In Conjecture 112 the line
"\eq n=3m\;\wedge\;m\not\in\left\{k\,\big|\;k=3i\,\wedge\,e_1(k)\equiv1\bmod2\right\}."
should be replaced with
"\eq n\in\left\{k\,\big|\;k=3i\,\wedge\,e_1(k)\equiv0\bmod2\right\}."

Max

On 1/5/07, Max A. <maxale at gmail.com> wrote:
> Ralf,
>
> It looks like these conjectures are incorrectly stated in your paper.
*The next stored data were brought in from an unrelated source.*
describe('CostingService', () => {
  it('is one service per open Book and computes every demo unit cost as a fresh workbook does', () => {
    const { holder, costing } = start();
    expect(CostingService.for(holder)).toBe(costing);
    const want = fresh(holder.book);
    expect(live(costing, holder.book)).toEqual(want);
    expect([...want.values()].every((n) => Number.isFinite(n) && n > 0)).toBe(true);
    for (const v of holder.book.variants) expect(costing.worstStatus(v.id)).toBe(freshWorst(holder.book).get(v.id));
  });

  it('takes a quote price edit in place and reports the unit costs that moved', () => {
    const { holder, costing } = start();
    const v = holder.book.variants[0]!;
    const run = holder.book.settings.runSizes[0]!;
    const bom = costVariant(holder.book, v.id, run);
    if (!bom.ok) throw new Error(bom.error);
    const line = bom.value.bom.lines[0]!;
    const quote = holder.book.quotes.find((q) => q.id === line.quoteId)!;
    const i = quote.breaks.findIndex((b) => b.qty === line.breakQty);
    const before = costing.unitCost(v.id, run);
    const events: string[] = [];
    costing.addEventListener('change', (e) => events.push((e as CustomEvent<{ kind: string }>).detail.kind));
    const breaks = quote.breaks.map((b, j) => (j === i ? { ...b, price: b.price + 1 } : b));
    holder.change({ put: { quotes: [{ ...quote, breaks }] } });

    const report = costing.sync();
    expect(report.kind).toBe('edited');
    expect(report.changed.some((c) => c.variantId === v.id && c.run === run)).toBe(true);
    expect(events).toEqual(['edited']);
    // One more currency unit on every bought part of that line raises the run's material by buy × 1 × rate.
    expect(costing.unitCost(v.id, run)).toBeGreaterThan(before);
    expect(live(costing, holder.book)).toEqual(fresh(holder.book));
  });

  it('takes rate and cost setting edits in place', () => {
    const { holder, costing } = start();
    costing.sync();
    const s = holder.book.settings;
    const foreign = Object.keys(s.rates).find((c) => c !== s.baseCurrency)!;
    holder.change({ settings: { ...s, rates: { ...s.rates, [foreign]: s.rates[foreign]! * 1.1 }, overheadPct: s.overheadPct + 5 } });
    expect(costing.sync().kind).toBe('edited');
    expect(live(costing, holder.book)).toEqual(fresh(holder.book));
  });

  it('takes a parameter edit in place, also when it changes what the variant is built from', () => {
    const { holder, costing } = start();
    costing.sync();
    const v = holder.book.variants.find((x) => x.code === 'FR3-40-CD')!;
    // No build rule reads the ambient temperature, so the parts stay and only the thermal checks move.
    holder.change({ put: { variants: [{ ...v, params: { ...v.params, t_amb: 95 } }] } });
    const edited = costing.sync();
    expect(edited.kind).toBe('edited');
    expect(edited.checks).toBe(true);
    expect(costing.worstStatus(v.id)).toBe(freshWorst(holder.book).get(v.id));
    expect(live(costing, holder.book)).toEqual(fresh(holder.book));

    // One step more needs one more ladder resistor: the lines change, and only that variant's costs are worked out
    // again (in place, with cells added for the new need), equal to a workbook opened afresh.
    const now = holder.book.variants.find((x) => x.id === v.id)!;
    holder.change({ put: { variants: [{ ...now, params: { ...now.params, steps: 4, r_s4: 47000 } }] } });
    const moved = costing.sync();
    expect(moved.kind).toBe('edited');
    expect(new Set(moved.changed.map((c) => c.variantId))).toEqual(new Set([v.id]));
    expect(live(costing, holder.book)).toEqual(fresh(holder.book));
  });

  it('works costs out again when a check and a parameter that changes the lines are saved together', () => {
    const { holder, costing } = start();
    costing.sync();
    const v = holder.book.variants.find((x) => x.code === 'FR3-40-CD')!;
    const check = holder.book.checks[0]!;
    holder.change({ put: { checks: [{ ...check, note: `${check.note} (edited)` }], variants: [{ ...v, params: { ...v.params, steps: 4, r_s4: 47000 } }] } });
    expect(costing.sync().kind).toBe('edited');
    expect(live(costing, holder.book)).toEqual(fresh(holder.book));
  });

  it('takes build line edits in place — a quantity, an attrition, a pinned supplier, a new line and a deleted one — and agrees with a fresh workbook', () => {
    const { holder, costing } = start();
    costing.sync();
    const lines = holder.book.buildLines;
    const fixed = lines.filter((l) => /^\d+$/.test(l.qtyRule) && l.partId !== undefined);
    const [a, b, c] = [fixed[0]!, fixed[1]!, fixed[2]!];
    const supplier = holder.book.quotes.find((q) => q.partId === c.partId)!.supplierId;
    const edits: BookChange[] = [
      { put: { buildLines: [{ ...a, qtyRule: String(Number(a.qtyRule) + 2) }] } },
      { put: { buildLines: [{ ...b, attrition: 0.2 }] } },
      { put: { buildLines: [{ ...c, pinnedSupplierId: supplier }] } },
      { put: { buildLines: [{ ...a, id: 'line_added', rev: 0, position: 999, designators: 'X99', qtyRule: '3' }] } },
      { delete: { buildLines: [b.id] } },
    ];
    for (const change of edits) {
      const current = holder.book.buildLines;
      const put = change.put?.buildLines?.map((l) => ({ ...l, rev: current.find((x) => x.id === l.id)?.rev ?? 0 }));
      holder.change(put ? { put: { buildLines: put } } : change);
      const r = costing.sync();
      expect(r.kind).toBe('edited');
      expect(live(costing, holder.book)).toEqual(fresh(holder.book));
    }
  });

  it('takes a quantity, attrition, designators, category or applies-when rule without laying the family table out again; another part lays it out', () => {
    const { holder, costing } = start();
    costing.sync();
    const opened = vi.spyOn(FamilyWorkbook, 'openInSteps');
    try {
      const line = holder.book.buildLines.find((l) => /^\d+$/.test(l.qtyRule) && l.partId !== undefined)!;
      const edits: Partial<typeof line>[] = [{ qtyRule: String(Number(line.qtyRule) + 3) }, { attrition: 0.07 }, { designators: 'R90–R99', category: 'hardware' }];
      for (const edit of edits) {
        const current = holder.book.buildLines.find((l) => l.id === line.id)!;
        holder.change({ put: { buildLines: [{ ...current, ...edit }] } });
        opened.mockClear();
        expect(costing.sync().kind).toBe('edited');
        expect(opened).not.toHaveBeenCalled();
        expect(live(costing, holder.book)).toEqual(fresh(holder.book));
        const worst = freshWorst(holder.book);
        for (const v of holder.book.variants) expect(costing.worstStatus(v.id)).toBe(worst.get(v.id));
      }
      // The lines each variant is built from are the Book's as it is now (what the Build and Runs pages show).
      const want = resolveFamily(holder.book).variants.map((v) => v.lines);
      expect(costing.resolution().variants.map((v) => v.lines)).toEqual(want);
      // A quantity that becomes a formula and an applies-when rule are new memos of the table, evaluated in place.
      for (const edit of [{ qtyRule: 'steps * 0 + 2' }, { appliesWhen: 'steps > 4' }]) {
        const current = holder.book.buildLines.find((l) => l.id === line.id)!;
        holder.change({ put: { buildLines: [{ ...current, ...edit }] } });
        opened.mockClear();
        expect(costing.sync().kind).toBe('edited');
        expect(opened).not.toHaveBeenCalled();
        expect(live(costing, holder.book)).toEqual(fresh(holder.book));
        const worst = freshWorst(holder.book);
        for (const v of holder.book.variants) expect(costing.worstStatus(v.id)).toBe(worst.get(v.id));
      }
      // Another part for the line changes the table's role names: it is laid out again.
      const current = holder.book.buildLines.find((l) => l.id === line.id)!;
      const other = holder.book.parts.find((p) => p.id !== current.partId && holder.book.quotes.some((q) => q.partId === p.id))!;
      holder.change({ put: { buildLines: [{ ...current, partId: other.id }] } });
      opened.mockClear();
      expect(costing.sync().kind).toBe('edited');
      expect(opened).toHaveBeenCalledTimes(1);
      expect(live(costing, holder.book)).toEqual(fresh(holder.book));
    } finally {
      opened.mockRestore();
    }
  });

  it('rebuilds when variants are added or deleted', () => {
    const { holder, costing } = start();
    costing.sync();
    const v = holder.book.variants[1]!;
    holder.change({ put: { variants: [{ ...v, id: 'var_copy', rev: 0, code: 'COPY-1' }] }, delete: { variants: [holder.book.variants[0]!.id] } });
    expect(costing.sync().kind).toBe('rebuilt');
    expect(live(costing, holder.book)).toEqual(fresh(holder.book));
    expect(costing.unitCost('var_copy', 500)).toBe(costing.unitCost(v.id, 500));
  });

  it('says why when the settings cannot be costed, and gives no numbers', () => {
    const { holder, costing } = start();
    holder.change({ settings: { ...holder.book.settings, runSizes: [] } });
    expect(costing.problem).toMatch(/no run sizes/);
    expect(Number.isNaN(costing.unitCost(holder.book.variants[0]!.id, 500))).toBe(true);
  });
});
> Conjectures 111 and 112 both refer to A036556 whose current definition
> is simply wrong (and your paper repeats it in a formal form):
>
> %S A036556 7,14,23,27,28,29,31,39,46,54,56,57,58,62,71,78,87,91,92,93,95,103,107,
> %N A036556 Multiples of 3 with an odd number of one bits in base 2.
>
> e.g.: the first term 7 is not a multiple of 3, contradicting to the %N field.
> What is the correct definition of A036556?
>
>
> Conjecture 113 seems to be given in a wrong direction in your paper.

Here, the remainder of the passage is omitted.